We show the transfer characteristics of the devices with Lgate scaling down from 9.86 to 0.91 nm in Fig. 4(a), at a fixed drain-source voltage of Vds = 0.5 V. As expected, all of them show an n-type feature. The on-currents, which are defined as the current at Vg = 6.0 V, remain almost constant for all the Lgate. By contrast, the leakage currents in the off-state increase with the decreasing Lgate. As shown in Fig. 4(b), the on/off current ratio drops significantly from 15.8 at Lgate = 9.86 nm to 3.35 at Lgate = 0.91 nm and this scaling trend agrees with the experimental results for short gate graphene FETs (Lgate = 5.6 um – 50 nm)12,23. Such a scaling behavior is attributed to the increasing off-state leakage current with the decreased Lgate: as the gate scales down to very short lengths, the off-state average PDOS on each C atom of the channel graphene at Dch increases (Fig. S2, Supplementary Information) and the channel graphene behaves more like metal and away from semi-metal. Our calculated on/off ratio of MLG FETs is larger than the previous experimental data (For example, in the work of Wu et al., the on/off current ratios are about 3.5–6 for p-type graphene FETs with Lgate = 50–500 nm)23. This difference is mainly ascribed to the fact that the thickness of the dielectric region in our model is only 1.4 nm, which is much thinner than those (90 nm in Ref. 30) of the experimental devices. The effect of the thickness of the dielectric region on the performance of graphene FETs has been studied in detail by Guo et al.31. They find that a thinner dielectric region will improve the on/off current ratio and transconductance significantly because the gate modulation is more effective as the dielectric region becomes thinner. The method to fabricate an ultrathin dielectric (sub-10 nm) will be discussed in the next section.

Figure 4
figure4

(a-e) Gate length scaling of the MLG FETs: transfer characteristics (a), on/off current ratio (b), transconductance obtained from the transfer characteristics at Vg = 0 V (c), intrinsic gate capacitance (d) and intrinsic cut-off frequency at Vg = 0 V (e). Gate dielectric thickness is tox = 1.4 nm, dielectric constant εr = 3.9 and drain-source voltage Vds = 0.5 V. The red dashed line in (e) shows a 1/Lgate dependence. (f) Product of the intrinsic cut-off frequency and the gate length as a function of the transconductance. The red dashed line is a linear fitting.

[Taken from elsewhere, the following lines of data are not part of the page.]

// obstacles returns everything else that forbids a comparison, in the order in which a person would deal with it.
func obstacles(l Limits, g Gauge, r Reading, target quantity.GaugePressure) []obstacle {
	var why []obstacle
	add := func(remedy, format string, args ...any) {
		why = append(why, obstacle{fmt.Sprintf(format, args...), remedy})
	}
	const relieve = "relieve the fluid side, working every circuit of this unit"
	switch {
	case strings.TrimSpace(r.Relieved.How) == "" || !r.Relieved.Seen:
		add("relieve the fluid side and note how, and the pressure seen there", "it is not said how the fluid side was relieved and what pressure was seen there")
	case !(r.Relieved.FluidPressure <= relievedBelow):
		add(relieve, "hydraulic pressure was not relieved: %s on the fluid side", l.In.Pressure(r.Relieved.FluidPressure))
	}
	if l.looksLikeFluid(r.Gauge, target) {
		add(relieve, "the reading of %s agrees with system pressure %s: the gauge is then reading the fluid", l.In.Pressure(r.Gauge), l.In.Pressure(l.SystemPressure))
	}
	why = append(why, g.obstacles()...)
	if !(r.Gauge > 0 && r.Gauge >= g.SpanLow && r.Gauge <= g.Span) {
		add("use a gauge whose span holds the pressure", "the reading of %s is outside the gauge's span of %s to %s", l.In.Pressure(r.Gauge), l.In.Pressure(g.SpanLow), l.In.Pressure(g.Span))
	}
	why = append(why, l.ambientObstacles(r.Ambient)...)
	switch r.TemperatureFrom {
	case ShellProbe:
	case AmbientAfterSoak:
		if r.Soak < MinimumSoak {
			add(fmt.Sprintf("repeat after another %.0f min of soak, or use a shell probe", math.Ceil((MinimumSoak-max(r.Soak, 0)).Minutes())),
				"the unit soaked %.0f min; below %.0f min the air says nothing of the gas", r.Soak.Minutes(), MinimumSoak.Minutes())
		}
	default:
		add("take the gas temperature: a probe on the shell, or the air after a soak", "the gas temperature is not known")
	}
	if l.Rated > 0 && r.Gauge > l.Rated {
		add("bleed below the valve's rating and follow the manual on a valve that was over-pressed", "the charging valve is rated %s, below the reading of %s", l.In.Pressure(l.Rated), l.In.Pressure(r.Gauge))
	}
	return append(why, l.obstacles(r.Temperature)...)
}

// obstacles returns what forbids the use of the gauge, whatever it reads.
func (g Gauge) obstacles() []obstacle {
	var why []obstacle
	add := func(remedy, format string, args ...any) {
		why = append(why, obstacle{fmt.Sprintf(format, args...), remedy})
	}
	if !g.InCalibration {
		note := ""
		if g.CalibrationNote != "" {
			note = " (" + g.CalibrationNote + ")"
		}
		add("use a gauge that is in calibration", "gauge %s is out of calibration%s", g.Name, note)
	}
	if !(g.Span > g.SpanLow && plausible(g.Span-g.SpanLow) && g.Graduation > 0 && g.Graduation <= g.Span-g.SpanLow && g.warmth() > 0 && g.warmth() < 1) {
		add("register the gauge with its span and division", "gauge %s has no usable span, division or temperature coefficient", g.Name)
	}
	if g.Accuracy == (Accuracy{}) && !g.certified() {
		add("register the gauge with its accuracy", "gauge %s has neither an accuracy class nor a certificate with its uncertainty", g.Name)
	}
	if !plausible(g.CorrectionUncertainty) || slices.ContainsFunc(g.Correction, func(c CorrectionPoint) bool { return !plausible(c.Reading) || !plausible(c.Correction) }) {
		add("register the gauge's certificate again", "the certificate of gauge %s has a figure that is no number", g.Name)
	}
	return why
}

// obstacles returns what the sheet says against a gas temperature.
func (l Limits) obstacles(at quantity.Temperature) []obstacle {
	var why []obstacle
	add := func(remedy, format string, args ...any) {
		why = append(why, obstacle{fmt.Sprintf(format, args...), remedy})
	}
	if l.TempLow > 0 && at < l.TempLow {
		add("let the unit warm into the sheet's range", "the gas temperature of %s is below the sheet's least, %s", l.In.Temperature(at), l.In.Temperature(l.TempLow))
	}
	if l.TempHigh > 0 && at > l.TempHigh {
		add("let the unit cool into the sheet's range", "the gas temperature of %s is above the sheet's highest, %s", l.In.Temperature(at), l.In.Temperature(l.TempHigh))
	}
	return why
}

// looksLikeFluid says whether a dial that shows so much may be reading the fluid side.
func (l Limits) looksLikeFluid(dial, target quantity.GaugePressure) bool {
	s := l.SystemPressure
	return s > 0 && target < s*highCharge && math.Abs(float64(dial-s)) < nearSystem*float64(s)
}

func (l Limits) ambientObstacles(ambient quantity.Pressure) []obstacle {
	if ambient >= 20_000 && ambient <= 115_000 && l.Ambient >= 20_000 && l.Ambient <= 115_000 {
		return nil
	}
	return []obstacle{{fmt.Sprintf("the ambient pressure of %.0f hPa, or the sheet's of %.0f hPa, is none on Earth", ambient/100, l.Ambient/100), "enter the station pressure, not reduced to sea level"}}
}
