// A technician signs by what is known on that laptop; what a lead signed meanwhile moves the verdict, and is named.
func TestAgainstShownNamesWhatTheSignerHadNotSeen(t *testing.T) {
	for _, x := range []struct {
		name string
		act  func(lead *laptop, sheet record.ID) record.ID
		now  calc.Class
	}{
		{"a revision", func(l *laptop, _ record.ID) record.ID { return l.sign(record.KindSheet, tight("B", 1500), nil) }, calc.Fail},
		{"a gauge entered again", func(l *laptop, _ record.ID) record.ID {
			g := gauge()
			g.Due = stamp(start)
			return l.sign(record.KindGauge, g, nil)
		}, calc.NotAssessable},
		{"the sheet corrected", func(l *laptop, s record.ID) record.ID { return l.correct(s, record.KindSheet, tight("A", 1500)) }, calc.Fail},
		{"the gauge recalled", func(l *laptop, _ record.ID) record.ID {
			return l.sign(record.KindRecall, record.Recall{Gauge: gauge().Asset, Since: stamp(start), Correction: of(psi(-300)), Reason: "reads high"}, nil)
		}, calc.Fail},
		{"the sheet recalled", func(l *laptop, s record.ID) record.ID {
			return l.sign(record.KindRecall, record.Recall{Sheet: s, Since: stamp(start), Reason: "a page of another type"}, nil)
		}, calc.NotAssessable},
		{"nothing that bears on it", func(l *laptop, _ record.ID) record.ID {
			l.sign(record.KindUnitRegistered, record.UnitRegistered{Part: unit.Part, Serial: "105"}, nil)
			return record.ID{}
		}, calc.Pass},
	} {
		t.Run(x.name, func(t *testing.T) {
			lead := book(t)
			s := lead.sign(record.KindSheet, sheet("A"), nil)
			away := tech(t, lead)
			cause := x.act(lead, s)
			r := away.shows(record.KindReading, reading(1250))
			plain := away.sign(record.KindReading, reading(1250), nil) // its signer was shown nothing
			if moved := verdict.AgainstShown(away.Meaning(), []record.ID{r, plain}); len(moved) > 0 {
				t.Errorf("on the laptop that signed: %+v", moved)
			}
			lead.pull(away)
			moved := verdict.AgainstShown(lead.Meaning(), []record.ID{r, plain, s, {9}})
			switch {
			case x.now == calc.Pass && len(moved) > 0:
				t.Errorf("moved: %+v", moved)
			case x.now != calc.Pass && (len(moved) != 1 || moved[0].Entry != r || moved[0].Was != calc.Pass || moved[0].Now != x.now || moved[0].Cause != cause):
				t.Errorf("moved: %+v; want from pass to %s by %s", moved, x.now, cause.Short())
			}
		})
	}
	t.Run("a correction", func(t *testing.T) {
		lead := book(t)
		lead.sign(record.KindSheet, sheet("A"), nil)
		r := lead.shows(record.KindReading, reading(1250))
		c := lead.correct(r, record.KindReading, reading(1000))
		if moved := verdict.AgainstShown(lead.Meaning(), []record.ID{r}); len(moved) != 1 || moved[0].Cause != c || moved[0].Now != calc.Fail {
			t.Errorf("moved: %+v; want by %s", moved, c.Short())
		}
		lead.sign(record.KindWithdrawal, record.Withdrawal{Of: r, Reason: "wrong unit"}, nil)
		if moved := verdict.AgainstShown(lead.Meaning(), []record.ID{r}); len(moved) > 0 {
			t.Errorf("an entry that is withdrawn moved: %+v", moved)
		}
	})
}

Transconductance gm is another important parameter to characterize switching effect of an electronic device and can be extracted from the transfer characteristics. In Fig. 4(c), we present its dependence on Lgate. The gm values first decrease slowly from 3670 μS/μm at Lgate = 9.86 nm to 2900 μS/μm at Lgate = 2.19 nm and then start to drop dramatically to 1296 μS/μm at Lgate = 0.91 nm. The reduced gm with the reduced Lgate agrees with both previous experimental and theoretical results13,31 and is not favorable for fT. We attribute the reduced gm to the increasing leakage current and the shift of Dirac voltage (VDirac, defined as the gate voltage at the point of the off-state). The increasing leakage current is apparent. The shift of VDirac can be seen in the transfer characteristics shown in Fig. 4(a). The shift is remarkable when Lgate scales below 2.19 nm (from VDirac = −8 to −22 V as Lgate scales from 2.19 to 0.9 nm), which is responsible for the dramatic drop of gm. The main reason for the shift of VDirac is the short channel effect32,33: when the Lgate is very small, the electrostatic potential profile is strongly affected by the drain-source potential and a bigger gate voltage is needed to turn off the channel. We notice that gm = 3670 μS/μm of our results at Lgate = 9.86 nm is larger than 2300 μS/μm for a self-aligned graphene FET with Lgate = 90 nm at Vds = 1.0 V reported experimentally by Duan et al.9. This difference is also owing to the extremely thin dielectric region in our model compared with the experiment.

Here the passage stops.